使いやすさと歴史的な実績、それがナイフを最強の武器と評価する理由です。

小さな金属の塊に過ぎず、威力そのものは知れてはいますが、銃器などがありふれていない社会においては、殺傷能力の極めて高い武器として、殺傷事件の主役となっています。

そして、戦場でも使われているヒトを死に至らしめることを目的とした武器の中では、もっとも不偏的な存在と言えるでしょう。

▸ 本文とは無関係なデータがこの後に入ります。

import { libraryVersion, runCalculator } from '@skyledger/calc';
import {
  BOTTOM_LINE_MAX_LENGTH,
  publishClaimSchema,
  type ChecklistItem,
  type ClaimStatus,
  type VerdictVersionState,
} from '@skyledger/contracts';
import {
  citedSourceIds,
  cleanExplainerDocument,
  embeddedWorkingIds,
  type ExplainerDocument,
} from '@skyledger/explainer';
import { renderExplainerHtml } from '@skyledger/explainer/render';
import { describe, expect, it } from 'vitest';
import { claimRows } from './desk-rows';
import { deskDefaults, generatedDesk, type DeskOptions } from './generate-desk';
import { SeededRandom } from './random';
import { sourceRows, sourcesByTopic } from './source-rows';
import { defaultRatingIds } from './vocabulary';

const options: DeskOptions = { ...deskDefaults, claims: 5000 };
const desk = generatedDesk(options);
const claims = [...desk.claims];
const people = new Map(desk.people.map((person) => [person.id, person]));
const sources = new Map(desk.sources.map((source) => [source.id, source]));
const published = claims.filter(({ claim }) => claim.status === 'published');

/** The state of a claim's latest verdict version, by the claim's status. */
const latestState: Record<ClaimStatus, ReadonlyArray<VerdictVersionState | undefined>> = {
  filed: [undefined],
  in_research: [undefined, 'draft'],
  awaiting_signoff: ['submitted'],
  sent_back: ['sent_back'],
  cleared: ['cleared'],
  published: ['published'],
  set_aside: [undefined],
};

describe('the generated desk’s workings, verdicts and explainers', () => {
  it('publishes the explainers asked for: one claim in twenty by default, or as many as given', () => {
    expect(published).toHaveLength(250);
    const fewer = [...generatedDesk({ ...options, explainers: 40 }).claims];
    expect(fewer.filter(({ claim }) => claim.status === 'published')).toHaveLength(40);
    expect(fewer.flatMap((generated) => generated.publications).length).toBeGreaterThanOrEqual(40);
  });

  it('keeps every draw of the claims stream: the new rows come from streams of their own', () => {
    const library = sourceRows(SeededRandom.stream(options.seed, 'sources'), {
      ...options,
      count: desk.sources.length,
      people: desk.people,
    });
    const filed = [
      ...claimRows(SeededRandom.stream(options.seed, 'claims'), {
        ...options,
        count: options.claims,
        claimants: desk.claimants,
        people: desk.people,
        sourcesByTopic: sourcesByTopic(library),
      }),
    ];
    claims.forEach(({ claim, topics, sourceLinks }, index) => {
      const drawn = filed[index]!;
      const same = ['id', 'text', 'summary', 'claimantId', 'assigneeId', 'filedById'] as const;
      for (const field of same) expect(claim[field]).toBe(drawn.claim[field]);
      expect([claim.createdAt, claim.updatedAt]).toEqual([
        drawn.claim.createdAt,
        drawn.claim.updatedAt,
      ]);
      expect({ topics, sourceLinks }).toEqual({
        topics: drawn.topics,
        sourceLinks: drawn.sourceLinks,
      });
      // Published beyond the explainers asked for: set aside as a duplicate of one checked.
      if (claim.status !== drawn.claim.status) {
        expect([drawn.claim.status, claim.status, claim.setAsideReason].join(' → ')).toMatch(
          /^published → set_aside → duplicate$|^cleared → awaiting_signoff → $/,
        );
      }
    });
  });

  it('gives each claim the verdict versions its status implies, drafted by its researcher', () => {
    for (const { claim, verdictVersions } of claims) {
      const latest = verdictVersions[verdictVersions.length - 1];
      expect(latestState[claim.status]).toContain(latest?.state);
      verdictVersions.forEach((version, index) => {
        expect(version).toMatchObject({
          claimId: claim.id,
          number: index + 1,
          createdById: claim.assigneeId,
          lastEditedById: claim.assigneeId,
        });
        expect(version.submittedAt === null).toBe(version.state === 'draft');
        expect(defaultRatingIds).toContain(version.ratingId);
        expect(version.bottomLine.length).toBeLessThanOrEqual(BOTTOM_LINE_MAX_LENGTH);
        expect(version.createdAt.getTime()).toBeGreaterThanOrEqual(claim.createdAt.getTime());
        expect(version.updatedAt.getTime()).toBeLessThanOrEqual(claim.updatedAt.getTime());
      });
      // Only the latest version is ever open; earlier ones were decided.
      for (const earlier of verdictVersions.slice(0, -1)) {
        expect(['sent_back', 'superseded']).toContain(earlier.state);
      }
    }
  });

  it('clears only what sign-off would clear, and never by the version’s drafter', () => {
    let cleared = 0;
    for (const { claim, verdictVersions, signoffDecisions, sourceLinks } of claims) {
      for (const version of verdictVersions) {
        const decisions = signoffDecisions.filter((decision) => decision.versionId === version.id);
        expect(decisions).toHaveLength(['draft', 'submitted'].includes(version.state) ? 0 : 1);
        for (const decision of decisions) {
          const decider = people.get(decision.decidedById)!;
          expect(decider.role).toBe('copy_desk');
          expect(decider.id).not.toBe(version.createdById);
          expect(decision.at.getTime()).toBeGreaterThanOrEqual(version.submittedAt!.getTime());
          expect(decision.decision).toBe(version.state === 'sent_back' ? 'sent_back' : 'cleared');
          expect(decision.notes === null).toBe(decision.decision === 'cleared');
          const checklist = JSON.parse(decision.checklist) as ChecklistItem[];
          if (decision.decision === 'cleared') {
            cleared += 1;
            expect(checklist.filter((item) => !item.done)).toEqual([]);
          }
        }
        // What readers are shown with the version: the claim as it was cleared.
        const asCleared = {
          text: claim.text,
          summary: claim.summary,
          id: claim.claimantId,
          parts: { appearanceIds: [], sourceIds: sourceLinks.map((link) => link.sourceId) },
        };
        const none = { text: null, summary: null, id: null, parts: null };
        expect({
          text: version.claimText,
          summary: version.claimSummary,
          id: version.claimantId,
          parts: version.clearedParts && JSON.parse(version.clearedParts),
        }).toEqual(decisions.some((d) => d.decision === 'cleared') ? asCleared : none);
      }
      if (claim.status !== 'cleared' && claim.status !== 'published') continue;
      expect(claim.legalReview).toBe(false);
      expect(people.get(claim.replyWaivedById!)?.role).toBe('desk_chief');
      expect(claim.replyWaiverReason).toBeTruthy();
      const firstDecision = Math.min(...signoffDecisions.map((decision) => decision.at.getTime()));
      expect(claim.replyWaivedAt!.getTime()).toBeLessThanOrEqual(firstDecision);
      const primary = verdictVersions[verdictVersions.length - 1]!.primarySourceId!;
      expect(sourceLinks.map((link) => link.sourceId)).toContain(primary);
      expect(['strong', 'adequate']).toContain(sources.get(primary)!.grade);
    }
    expect(cleared).toBeGreaterThan(published.length);
  });

  it('publishes each explainer at a unique address, its later publications with a note', () => {
    const slugs = new Set<string>();
    for (const { claim, publications, verdictVersions } of claims) {
      if (claim.status !== 'published') {
        expect([claim.slug, claim.firstPublishedAt, publications]).toEqual([null, null, []]);
        continue;
      }
      expect(claim.slug).toMatch(/^[a-z0-9]+(-[a-z0-9]+)*$/);
      expect(claim.slug!.length).toBeLessThanOrEqual(100);
      slugs.add(claim.slug!);
      expect(claim.firstPublishedAt).toEqual(publications[0]!.publishedAt);
      expect(publications[publications.length - 1]!.publishedAt).toEqual(claim.updatedAt);
      publications.forEach((publication, index) => {
        const version = verdictVersions.find((v) => v.id === publication.versionId)!;
        const isLast = index === publications.length - 1;
        expect(version.state).toBe(isLast ? 'published' : 'superseded');
        expect(publication).toMatchObject({ claimId: claim.id, sequence: index + 1 });
        expect(publication.publishedAt.getTime()).toBeLessThanOrEqual(options.until.getTime());
        if (index === 0) expect([publication.noteKind, publication.noteText]).toEqual([null, null]);
        else {
          const note = { kind: publication.noteKind, text: publication.noteText };
          expect(publishClaimSchema.safeParse({ note, version: 1 }).error).toBeUndefined();
        }
        if (index > 0) {
          const before = publications[index - 1]!.publishedAt.getTime();
          expect(publication.publishedAt.getTime()).toBeGreaterThan(before);
        }
      });
    }
    expect(slugs.size).toBe(published.length);
    expect(claims.some(({ publications }) => publications.length > 1)).toBe(true);
  });

  it('saves workings whose outputs the calculator gives again, by the claim’s researcher', () => {
    const checked = new Set<string>();
    for (const { claim, workings, verdictVersions } of claims) {
      if (!claim.assigneeId || ['filed', 'set_aside'].includes(claim.status)) {
        expect(workings).toEqual([]);
      }
      for (const working of workings) {
        expect(working).toMatchObject({ claimId: claim.id, createdById: claim.assigneeId });
        expect(working.libraryVersion).toBe(libraryVersion);
        expect(working.createdAt.getTime()).toBeGreaterThanOrEqual(claim.createdAt.getTime());
        for (const version of verdictVersions) {
          expect(working.createdAt.getTime()).toBeLessThanOrEqual(version.createdAt.getTime());
        }
        const key = `${working.calculatorId} ${working.inputs}`;
        if (checked.has(key)) continue;
        checked.add(key);
        // As the server recomputes a working for sign-off: from its stored inputs alone.
        const rerun = runCalculator(working.calculatorId, JSON.parse(working.inputs));
        expect(JSON.parse(working.outputs)).toEqual(JSON.parse(JSON.stringify(rerun.outputs)));
        expect(JSON.parse(working.steps)).toEqual(JSON.parse(JSON.stringify(rerun.steps)));
      }
    }
    expect(checked.size).toBeGreaterThanOrEqual(6);
    const bands = claims.flatMap(({ workings }) => workings).filter((w) => w.monteCarlo);
    expect(bands.length).toBeGreaterThan(0);
  });

  it('stores explainers as the API would: clean documents and their sanitized HTML', () => {
    const shapes = new Map<string, (typeof claims)[number]>();
    for (const generated of claims) {
      for (const version of generated.verdictVersions) {
        const doc = JSON.parse(version.body) as ExplainerDocument;
        const shape = `${version.bottomLine} ${citedSourceIds(doc).length} ${embeddedWorkingIds(doc).length}`;
        if (!shapes.has(shape)) shapes.set(shape, generated);
        // Cites only the claim's sources and embeds only its workings, as the API checks.
        const own = new Set(generated.sourceLinks.map((link) => link.sourceId));
        expect(citedSourceIds(doc).every((id) => own.has(id))).toBe(true);
        const workings = new Set(generated.workings.map((working) => working.id));
        expect(embeddedWorkingIds(doc).every((id) => workings.has(id))).toBe(true);
      }
    }
    expect(shapes.size).toBeGreaterThan(30);
    // Every shape rendered once by the generator, checked against a render of this row.
    for (const { verdictVersions } of shapes.values()) {
      const version = verdictVersions[0]!;
      const doc = JSON.parse(version.body) as unknown;
      expect(cleanExplainerDocument(doc)).toEqual(doc);
      expect(version.bodyHtml).toBe(renderExplainerHtml(doc));
    }
  });
});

胸を刺突し心臓を狙う、背中から腰の上を突き刺し腎臓を破壊し大量出血を狙う、首を掻き切る……そういった急所を攻撃することで武器としての目的は達成されます。

十分な強度と鋭さをもつナイフは、投げつけることによりカルシウム製であるヒトの頭骨なども容易く貫通する威力があるため、やや離れた相手に対しても十分な殺傷能力を有した武器です。

極めて古くから人類史に登場するため、伝統的な武術としても、ナイフの使用方法は伝えられています。

ハワイなどに伝わる武術では、サメの歯を用いたナイフを使い、四肢のつけ根の血管を狙う方法などが存在しているのです。

これは極めて残酷な使用法でもあります。

四肢のつけね、つまり関節部分は可動性が高く、縫合するための下地となる肉が存在しません。

大きな傷を与えられると縫合が困難であり、血管を切られた場合は、やがて出血死することになるわけですね。

足の鼠径部にある大きな血管を切り裂く手法が伝わっており、かつてのハワイにおける戦場の血なまぐささを十分に想像させてくれるものです。

ナイフは銃器の発達において鎧がすたれた今日でさえも、有効な装備品としての地位を失っていません。

我々が住む日本社会でも、十分な殺人用の武器としてありふれてもいる……。

そしてシンプルで人体を少しばかり切り裂いたぐらいでは、ブレードが大きく損傷することもなく、何度でも使えるのです。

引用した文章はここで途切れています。